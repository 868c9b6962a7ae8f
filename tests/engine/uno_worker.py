"""Recalculation worker: drives one headless LibreOffice over UNO for the test helper.

Runs under the *system* interpreter (the one that can ``import uno``), never under the
project's interpreter. It speaks line-delimited JSON: one request object per line on
stdin, one reply object per line on the protocol channel (the original stdout; the
process's fd 1 is pointed at stderr so stray prints cannot corrupt the channel).

Requests carry ``id`` and ``op``; replies echo ``id`` and carry ``ok`` plus either
the result fields or ``error`` (a message with the worker's traceback).

Ops: ``ping``, ``recalculate`` (``path``), ``shutdown``; ``run_command`` (open a book
in a window, dispatch a command URL there, read sheets back) and ``set_setting`` for the
extension's test; ``sleep`` (``seconds``) and
``crash`` (``code``) exist so the helper's timeout and crash paths can be tested.
"""

from __future__ import annotations

import argparse
import contextlib
import json
import os
import shutil
import sys
import tempfile
import time
import traceback
from typing import Any, TextIO

import uno  # type: ignore[import-not-found]
from com.sun.star.beans import PropertyValue  # type: ignore[import-not-found]

# The address helpers live beside this script (engine/addresses.py, shared with the
# cached-value reader); this script runs under the system Python, so put tests/ on the path.
_TESTS = os.path.dirname(os.path.dirname(os.path.abspath(__file__)))
if _TESTS not in sys.path:
    sys.path.insert(0, _TESTS)

from engine.addresses import column_letters

FORMULA_CONTENT = 16  # com.sun.star.sheet.CellFlags.FORMULA
ERROR_RESULT = 4  # com.sun.star.sheet.FormulaResult.ERROR


def _used_area(sheet: Any) -> list[list[Any]]:
    """Cell values of a sheet from A1 to the end of its used area."""
    cursor = sheet.createCursor()
    cursor.gotoEndOfUsedArea(False)
    end = cursor.getRangeAddress()
    block = sheet.getCellRangeByPosition(0, 0, end.EndColumn, end.EndRow)
    return [list(row) for row in block.getDataArray()]


def prop(name: str, value: Any) -> Any:
    p = PropertyValue()
    p.Name = name
    p.Value = value
    return p


class Worker:
    """One UNO connection to a running soffice and the requests served over it."""

    def __init__(self, pipe: str, workdir: str, out: TextIO) -> None:
        self.pipe = pipe
        self.workdir = workdir
        self.out = out
        self.desktop: Any = None
        self.ctx: Any = None

    def connect(self, timeout: float) -> None:
        local = uno.getComponentContext()
        resolver = local.ServiceManager.createInstanceWithContext(
            "com.sun.star.bridge.UnoUrlResolver", local
        )
        url = f"uno:pipe,name={self.pipe};urp;StarOffice.ComponentContext"
        deadline = time.monotonic() + timeout
        while True:
            try:
                ctx = resolver.resolve(url)
                break
            except Exception as exc:  # NoConnectException until soffice listens
                if time.monotonic() > deadline:
                    raise RuntimeError(
                        f"could not connect to soffice on pipe {self.pipe!r} "
                        f"within {timeout:.0f} s: {exc}"
                    ) from exc
                time.sleep(0.05)
        self.ctx = ctx
        self.desktop = ctx.ServiceManager.createInstanceWithContext(
            "com.sun.star.frame.Desktop", ctx
        )

    def send(self, obj: dict[str, Any]) -> None:
        self.out.write(json.dumps(obj, allow_nan=False) + "\n")
        self.out.flush()

    # -- ops -------------------------------------------------------------------------

    def op_ping(self, req: dict[str, Any]) -> dict[str, Any]:
        return {"pid": os.getpid()}

    def op_sleep(self, req: dict[str, Any]) -> dict[str, Any]:
        time.sleep(float(req["seconds"]))
        return {}

    def op_crash(self, req: dict[str, Any]) -> dict[str, Any]:
        sys.stderr.write("worker: crashing on request\n")
        sys.stderr.flush()
        os._exit(int(req.get("code", 3)))

    def op_recalculate(self, req: dict[str, Any]) -> dict[str, Any]:
        source = os.path.abspath(req["path"])
        if not os.path.isfile(source):
            raise FileNotFoundError(f"no such workbook: {source}")
        # Load a private copy: nothing (no lock file, no backup) can appear beside the
        # caller's file, whatever the engine does.
        tmp = tempfile.mkdtemp(prefix="book-", dir=self.workdir)
        try:
            copy = os.path.join(tmp, "book" + os.path.splitext(source)[1])
            shutil.copyfile(source, copy)
            return self._recalculate_copy(copy)
        finally:
            shutil.rmtree(tmp, ignore_errors=True)

    def _recalculate_copy(self, copy: str) -> dict[str, Any]:
        t0 = time.monotonic()
        args = (
            prop("Hidden", True),
            prop("ReadOnly", True),
            prop("MacroExecutionMode", 0),  # NEVER_EXECUTE
            prop("UpdateDocMode", 0),  # NO_UPDATE: never fetch external links
        )
        doc = self.desktop.loadComponentFromURL(uno.systemPathToFileUrl(copy), "_blank", 0, args)
        if doc is None:
            raise RuntimeError("soffice returned no document (load failed)")
        try:
            if not hasattr(doc, "calculateAll"):
                raise RuntimeError("the file did not load as a spreadsheet")
            t1 = time.monotonic()
            doc.calculateAll()
            t2 = time.monotonic()
            sheets = [self._read_sheet(doc.Sheets.getByIndex(i)) for i in range(doc.Sheets.Count)]
            t3 = time.monotonic()
        finally:
            doc.close(True)
        return {
            "sheets": sheets,
            "seconds": {"load": t1 - t0, "calculate": t2 - t1, "read": t3 - t2},
        }

    def _read_sheet(self, sheet: Any) -> dict[str, Any]:
        errors: set[tuple[int, int]] = set()
        for ra in sheet.queryFormulaCells(ERROR_RESULT).getRangeAddresses():
            for col in range(ra.StartColumn, ra.EndColumn + 1):
                for row in range(ra.StartRow, ra.EndRow + 1):
                    errors.add((col, row))
        cells: list[list[Any]] = []
        for ra in sheet.queryContentCells(FORMULA_CONTENT).getRangeAddresses():
            block = sheet.getCellRangeByPosition(
                ra.StartColumn, ra.StartRow, ra.EndColumn, ra.EndRow
            )
            data = block.getDataArray()
            formulas = block.getFormulaArray()
            letters = [column_letters(c) for c in range(ra.StartColumn, ra.EndColumn + 1)]
            for i, (data_row, formula_row) in enumerate(zip(data, formulas)):
                row = ra.StartRow + i
                for j, (value, formula) in enumerate(zip(data_row, formula_row)):
                    col = ra.StartColumn + j
                    address = f"{letters[j]}{row + 1}"
                    if (col, row) in errors:
                        cell = sheet.getCellByPosition(col, row)
                        # getString() gives "#DIV/0!" etc., or "Err:502" for codes
                        # that have no spreadsheet error literal.
                        cells.append([address, None, cell.getString(), cell.getError(), formula])
                    else:
                        cells.append([address, value, None, 0, formula])
        return {"name": sheet.getName(), "cells": cells}

    def op_run_command(self, req: dict[str, Any]) -> dict[str, Any]:
        t0 = time.monotonic()
        args = (
            prop("Hidden", True),
            prop("MacroExecutionMode", 0),  # NEVER_EXECUTE
            prop("UpdateDocMode", 0),  # NO_UPDATE: never fetch external links
        )
        path = req.get("path")
        url = "private:factory/scalc" if path is None else uno.systemPathToFileUrl(path)
        doc = self.desktop.loadComponentFromURL(url, "_blank", 0, args)
        if doc is None:
            raise RuntimeError("soffice returned no document (load failed)")
        frame = doc.getCurrentController().getFrame()
        try:
            for sheet, address, value in req.get("edits", []):
                doc.getSheets().getByName(sheet).getCellRangeByName(address).setValue(value)
            if req.get("active"):
                controller = doc.getCurrentController()
                controller.setActiveSheet(doc.getSheets().getByName(req["active"]))
            helper = self.ctx.ServiceManager.createInstanceWithContext(
                "com.sun.star.frame.DispatchHelper", self.ctx
            )
            t1 = time.monotonic()
            event = helper.executeDispatch(frame, req["url"], "", 0, ())
            t2 = time.monotonic()
            # The command may have put a new document in the window (a reload).
            controller = frame.getController()
            doc = controller.getModel() if controller is not None else doc
            sheets = doc.getSheets()
            values = {}
            for name in req.get("read", []):
                if not sheets.hasByName(name):
                    continue
                values[name] = _used_area(sheets.getByName(name))
            state = getattr(event, "State", None)
            result = getattr(event, "Result", None)
            return {
                "state": state,
                "result": result if isinstance(result, (str, int, float, bool)) else None,
                "active": controller.getActiveSheet().getName() if controller else None,
                "sheets": [sheets.getByIndex(i).getName() for i in range(sheets.getCount())],
                "values": values,
                "seconds": {"load": t1 - t0, "command": t2 - t1, "read": time.monotonic() - t2},
            }
        finally:
            with contextlib.suppress(Exception):
                frame.getController().getModel().close(True)
            with contextlib.suppress(Exception):
                doc.close(True)

    def op_set_setting(self, req: dict[str, Any]) -> dict[str, Any]:
        provider = self.ctx.ServiceManager.createInstanceWithContext(
            "com.sun.star.configuration.ConfigurationProvider", self.ctx
        )
        access = provider.createInstanceWithArguments(
            "com.sun.star.configuration.ConfigurationUpdateAccess",
            (prop("nodepath", req["nodepath"]),),
        )
        access.setPropertyValue(req["name"], req["value"])
        access.commitChanges()
        return {}

    def op_shutdown(self, req: dict[str, Any]) -> dict[str, Any]:
        self.terminate_office()
        return {}

    def terminate_office(self) -> None:
        if self.desktop is None:
            return
        desktop, self.desktop = self.desktop, None
        # The bridge is torn down as soffice exits, so terminate() may raise.
        with contextlib.suppress(Exception):
            desktop.terminate()

    # -- loop ------------------------------------------------------------------------

    def serve(self, requests: TextIO) -> None:
        for line in requests:
            if not line.strip():
                continue
            req_id: Any = None
            try:
                req = json.loads(line)
                req_id = req.get("id")
                handler = getattr(self, "op_" + str(req.get("op")), None)
                if handler is None:
                    raise ValueError(f"unknown op {req.get('op')!r}")
                reply = handler(req)
                self.send({"id": req_id, "ok": True, **reply})
                if req.get("op") == "shutdown":
                    return
            except Exception as exc:  # noqa: BLE001 - every failure goes to the caller
                self.send(
                    {
                        "id": req_id,
                        "ok": False,
                        "error": f"{type(exc).__name__}: {exc}",
                        "traceback": traceback.format_exc(),
                    }
                )
        # stdin closed: the test process went away; do not leave soffice behind.
        self.terminate_office()


def main(argv: list[str] | None = None) -> int:
    parser = argparse.ArgumentParser(description=__doc__.splitlines()[0])
    parser.add_argument("--pipe", required=True)
    parser.add_argument("--workdir", required=True)
    parser.add_argument("--connect-timeout", type=float, default=60.0)
    args = parser.parse_args(argv)

    out = os.fdopen(os.dup(sys.stdout.fileno()), "w", encoding="utf-8")
    os.dup2(sys.stderr.fileno(), sys.stdout.fileno())
    worker = Worker(args.pipe, args.workdir, out)
    try:
        worker.connect(args.connect_timeout)
    except Exception as exc:  # noqa: BLE001 - reported to the caller, then exit
        worker.send({"id": 0, "ok": False, "error": str(exc), "traceback": traceback.format_exc()})
        return 2
    worker.send({"id": 0, "ok": True, "ready": True, "pid": os.getpid()})
    worker.serve(sys.stdin)
    return 0


if __name__ == "__main__":
    sys.exit(main())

## ASSIGNED TASK
Look through the entries for lines containing the word "RuntimeError" and return each one.

## REPLY TO THE EXERCISE
                    raise RuntimeError(
            raise RuntimeError("soffice returned no document (load failed)")
                raise RuntimeError("the file did not load as a spreadsheet")
            raise RuntimeError("soffice returned no document (load failed)")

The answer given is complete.